In settings.py, define REST framework defaults:

REST_FRAMEWORK = {
    "DEFAULT_PERMISSION_CLASSES": [
        "rest_framework.permissions.AllowAny",
    ],
    "DEFAULT_AUTHENTICATION_CLASSES": [
        "rest_framework.authentication.SessionAuthentication",
    ],
}

Later, you’ll switch to JWT authentication (we’ll cover that in the next tutorial).

🧠 Optional: Add Pagination and Filtering

Add pagination to your API responses:

REST_FRAMEWORK = {
    "DEFAULT_PAGINATION_CLASS": "rest_framework.pagination.PageNumberPagination",
    "PAGE_SIZE": 10,
}

Add search or filtering with django-filter:

pip install django-filter

Then modify the viewset:

from rest_framework import filters

class QuoteViewSet(viewsets.ModelViewSet):
    queryset = Quote.objects.all()
    serializer_class = QuoteSerializer
    filter_backends = [filters.SearchFilter]
    search_fields = ["author", "category"]

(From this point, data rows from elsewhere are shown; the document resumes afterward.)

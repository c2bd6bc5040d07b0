"""A build says what it is doing in a log too (output redirected: CI, cron), not only on a
terminal."""

from __future__ import annotations

import io
import subprocess
import sys

from helpers import VALID_EVENT

from factsheet.progress import Progress


class Log(io.StringIO):
    def isatty(self) -> bool:
        return False


class Terminal(io.StringIO):
    def isatty(self) -> bool:
        return True


def test_a_log_gets_whole_lines_every_few_seconds_and_the_last_step():
    log = Log()
    progress = Progress(True, log, every=3600.0)  # nothing is due before the last step
    for done in range(1, 6):
        progress.step(done, 5, "events derived and drawn")
    assert log.getvalue() == "  5/5 events derived and drawn\n"
    log = Log()
    progress = Progress(True, log, every=0.0)  # every step is due
    for done in range(1, 4):
        progress.step(done, 3, "events derived and drawn")
        progress.tick(done, "pages and files written")
    assert log.getvalue().count("\n") == 6 and "\r" not in log.getvalue()


def test_a_terminal_gets_one_line_rewritten_in_place():
    screen = Terminal()
    progress = Progress(True, screen)
    for done in range(1, 4):
        progress.step(done, 3, "events derived and drawn")
    assert screen.getvalue() == (
        "\r  1/3 events derived and drawn\r  2/3 events derived and drawn"
        "\r  3/3 events derived and drawn\n"
    )


def test_a_build_with_its_output_in_a_file_reports_progress(catalogue, tmp_path):
    folder = catalogue({"a.yaml": VALID_EVENT})
    done = subprocess.run(
        [sys.executable, "-m", "factsheet.cli", "build", str(folder), "-o", str(tmp_path / "o")],
        capture_output=True,  # not a terminal
        text=True,
    )
    assert done.returncode == 0, done.stderr
    assert "  1/1 events derived and drawn\n" in done.stderr
    assert "pages and files written\n" in done.stderr
    assert done.stdout.startswith("built 1 fact sheet (")
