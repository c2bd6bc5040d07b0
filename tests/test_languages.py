"""A site in two languages (catalogue.yaml ``languages: [en, es]``), built from one catalogue.

The first language is at the site root and the second under ``es/`` with the same file names;
every page says its language and links its other version; the exports are written once, in
English; the physics and the sounds are made once for both languages.
"""

from __future__ import annotations

import json
import re
from html.parser import HTMLParser
from pathlib import Path

import pytest
from helpers import VALID_EVENT

from factsheet import derive as derive_module
from factsheet import i18n
from factsheet.build import build

pytestmark = pytest.mark.slow

SETTINGS = "title: A test catalogue\nlanguages: [en, es]\n"


class Links(HTMLParser):
    """The language, the alternates and every local link of one page."""

    def __init__(self):
        super().__init__()
        self.lang, self.alternates, self.links, self.switch = None, {}, [], []
        self._in_switch = False

    def handle_starttag(self, tag, attrs):
        a = dict(attrs)
        if tag == "html":
            self.lang = a.get("lang")
        if tag == "link" and a.get("rel") == "alternate" and "hreflang" in a:
            self.alternates[a["hreflang"]] = a["href"]
        if tag == "nav" and "languages" in (a.get("class") or ""):
            self._in_switch = True
        if self._in_switch and tag == "a":
            self.switch.append(a["href"])
        for name in ("href", "src"):
            value = a.get(name)
            if value and not re.match(r"^(#|data:|https?:|mailto:)", value):
                self.links.append(value.split("#")[0])

    def handle_endtag(self, tag):
        if tag == "nav":
            self._in_switch = False


def parsed(path: Path) -> Links:
    page = Links()
    page.feed(path.read_text(encoding="utf-8"))
    return page


@pytest.fixture(scope="module")
def two_languages(tmp_path_factory) -> tuple[Path, list]:
    folder = tmp_path_factory.mktemp("cat")
    (folder / "catalogue.yaml").write_text(SETTINGS, encoding="utf-8")
    (folder / "one.yaml").write_text(VALID_EVENT, encoding="utf-8")
    (folder / "two.yaml").write_text(VALID_EVENT.replace("TEST-1", "TEST-2"), encoding="utf-8")
    derived = []
    original = derive_module.derive_event

    def counting(*args, **kwargs):
        derived.append(args[0].id)
        return original(*args, **kwargs)

    derive_module.derive_event = counting
    try:
        out = tmp_path_factory.mktemp("out") / "site"
        build(folder, out, jobs=1)
    finally:
        derive_module.derive_event = original
    return out, derived


def test_each_language_has_the_same_pages(two_languages):
    site, _ = two_languages
    root = {p.relative_to(site).as_posix() for p in site.rglob("*.html") if "es" not in p.parts}
    spanish = {p.relative_to(site / "es").as_posix() for p in (site / "es").rglob("*.html")}
    assert root == spanish
    assert {"index.html", "methods.html", "changes.html", "events/TEST-1.html"} <= root
    assert (site / "es" / "feed.xml").is_file()


def test_every_page_says_its_language_and_links_its_other_version(two_languages):
    site, _ = two_languages
    for page in site.rglob("*.html"):
        found = parsed(page)
        spanish = page.relative_to(site).parts[0] == "es"
        assert found.lang == ("es" if spanish else "en"), page
        assert set(found.alternates) == {"en", "es", "x-default"}, page
        other = found.alternates["en" if spanish else "es"]
        assert (page.parent / other).resolve().is_file(), (page, other)
        assert found.switch == [other], page  # the visible switch links the other version
        name = page.relative_to(site / "es" if spanish else site).as_posix()
        assert (page.parent / other).resolve() == (
            (site / name) if spanish else (site / "es" / name)
        ).resolve()


def test_every_local_link_of_every_page_reaches_a_file(two_languages):
    site, _ = two_languages
    for page in site.rglob("*.html"):
        for link in parsed(page).links:
            assert (page.parent / link).resolve().is_file(), (page, link)


def test_exports_are_written_once_in_english(two_languages):
    site, _ = two_languages
    assert not (site / "es" / "data").exists()
    data = json.loads((site / "data" / "TEST-1.json").read_text(encoding="utf-8"))
    texts = [c["text"] for c in data["caveats"]]
    assert texts and all(re.search(r"\b(the|of|and|is)\b", t) for t in texts)


def test_physics_and_sound_are_made_once_for_both_languages(two_languages):
    site, derived = two_languages
    assert sorted(derived) == ["TEST-1", "TEST-2"]
    assert not list((site / "es").rglob("*.wav"))
    page = (site / "es" / "events" / "TEST-1.html").read_text(encoding="utf-8")
    sound = re.search(r'<audio[^>]*src="([^"]+)"', page)
    assert sound and sound.group(1) == "../../events/TEST-1.wav"


def test_spanish_pages_are_in_spanish(two_languages):
    site, _ = two_languages
    page = (site / "es" / "events" / "TEST-1.html").read_text(encoding="utf-8")
    assert ">Eventos<" in page and ">Métodos<" in page
    index = (site / "es" / "index.html").read_text(encoding="utf-8")
    assert 'lang="es"' in index


# Words that English sentences cannot do without and Spanish never uses: one of them in a
# Spanish page's own text is a string of the interface left untranslated.
ENGLISH = re.compile(
    r"\b(the|of|and|with|from|is|are|this|that|which|for|not|was|were|has|have|been|than|"
    r"between|about|only|each|when|where|shown|given|"
    # and words of the interface's labels that Spanish writes otherwise
    r"mass|masses|distance|energy|radiated|remnant|spin|sky|window|windows|status|class|"
    r"date|candidate|confirmed|retracted|events?|sheets?|heavier|lighter|merger|signal)\b",
    re.IGNORECASE,
)


class Words(HTMLParser):
    """The text a reader sees or hears (text, alt, title, aria-label), outside elements marked
    with another language and outside scripts, styles and bibliographic references."""

    SKIP = frozenset({"script", "style", "cite", "code", "pre"})
    VOID = frozenset({"img", "br", "meta", "link", "input", "source", "hr", "wbr"})
    READ = frozenset({"description", "og:title", "og:description", "og:image:alt"})

    def __init__(self, language: str):
        super().__init__()
        self.language, self.stack, self.words = language, [], []

    def _hidden(self) -> bool:
        return any(
            tag in self.SKIP or lang not in (None, self.language) for tag, lang in self.stack
        )

    def handle_starttag(self, tag, attrs):
        a = dict(attrs)
        if tag not in self.VOID:
            self.stack.append((tag, a.get("lang")))
        if not self._hidden() and a.get("lang") in (None, self.language):
            for name in ("alt", "title", "aria-label", "placeholder"):
                if a.get(name):
                    self.words.append(a[name])
            if tag == "meta" and (a.get("name") or a.get("property")) in self.READ:
                self.words.append(a.get("content", ""))
            if any(k.startswith("data-ui-") for k in a):  # the index script's words
                self.words.extend(v for k, v in a.items() if k.startswith("data-ui-") and v)

    def handle_endtag(self, tag):
        while self.stack:
            if self.stack.pop()[0] == tag:
                break

    def handle_data(self, data):
        if not self._hidden():
            self.words.append(data)


def english_left(page: Path, language: str, allowed: tuple[str, ...]) -> list[str]:
    words = Words(language)
    words.feed(page.read_text(encoding="utf-8"))
    text = re.sub(r"\{\w+\}", " ", " ".join(w for w in words.words if w.strip()))  # {shown}
    for phrase in allowed:
        text = text.replace(phrase, " ")
    return [text[max(0, m.start() - 40) : m.end() + 40] for m in ENGLISH.finditer(text)]


def test_no_english_is_left_on_the_spanish_demo(demo_site):
    """Every Spanish page of the demo: no interface string left in English."""
    from factsheet.load import load_catalogue
    from factsheet.resources import demo_dir

    settings = load_catalogue(demo_dir()).settings
    assert "es" in settings.languages
    allowed = (
        str.__str__(settings.title),  # the catalogue's own title, as its editors gave it
        "Energy Institute, Statistical Review of World Energy",  # a cited report, in a sources cell
    )
    pages = sorted((demo_site / "es").rglob("*.html"))
    assert len(pages) > 10
    leaks = {p.relative_to(demo_site).as_posix(): english_left(p, "es", allowed) for p in pages}
    assert {k: v for k, v in leaks.items() if v} == {}


def test_a_sheet_from_the_build_cache_reads_as_a_fresh_one_in_every_language():
    """Every kept message survives the cache's JSON: the Spanish page of a bundle read back
    from the cache is the page of the freshly made bundle."""
    from factsheet.build import event_bundle
    from factsheet.cache import bundle_from_json, bundle_to_json
    from factsheet.i18n import use_language
    from factsheet.load import load_catalogue
    from factsheet.load.reference import reference_for
    from factsheet.render import sheet
    from factsheet.render.environment import make_environment
    from factsheet.render.site import Renderer
    from factsheet.resources import demo_dir

    catalogue = load_catalogue(demo_dir())
    settings, reference = catalogue.settings, reference_for(catalogue.settings)
    env = make_environment()
    for event in catalogue.events[:3]:
        fresh = event_bundle(event, settings, reference)
        stored = json.loads(json.dumps(bundle_to_json(fresh)), object_hook=i18n.json_hook)
        again = bundle_from_json(stored, event, settings, reference)
        for language in settings.languages:
            pages = []
            for bundle in (fresh, again):
                with use_language(language):
                    context = sheet.event_page(
                        bundle.derived, None, None, bundle.figures[language], bundle.audio
                    )
                    renderer = Renderer(env, settings, "public", "", language)
                    pages.append(renderer.page("event.html", "events/x.html", context))
            assert pages[0] == pages[1], (event.id, language)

Now you can search like this:

/api/quotes/?search=wisdom

🚀 Step 8: Deploy the API to Fly.io

If you followed the previous tutorial, your Fly.io setup already works.
You just need to redeploy with your new API changes:

flyctl deploy

Then visit:

https://yourapp.fly.dev/api/quotes/

Your REST API is now globally available.

🧭 What’s Next

From here, you can:

  • Add authentication with Djoser + SimpleJWT
  • Connect your API to a Vue.js or Flutter frontend
  • Add background tasks with Celery and Redis

This API pattern works for everything — SaaS apps, mobile backends, CRMs, and even personal dashboards.

🏁 Conclusion

Building APIs with Django REST Framework is fast, clean, and scalable.
You don’t need heavy frameworks or enterprise tools to serve data — just Django, DRF, and a good deployment pipeline.

When you own your stack, you own your business.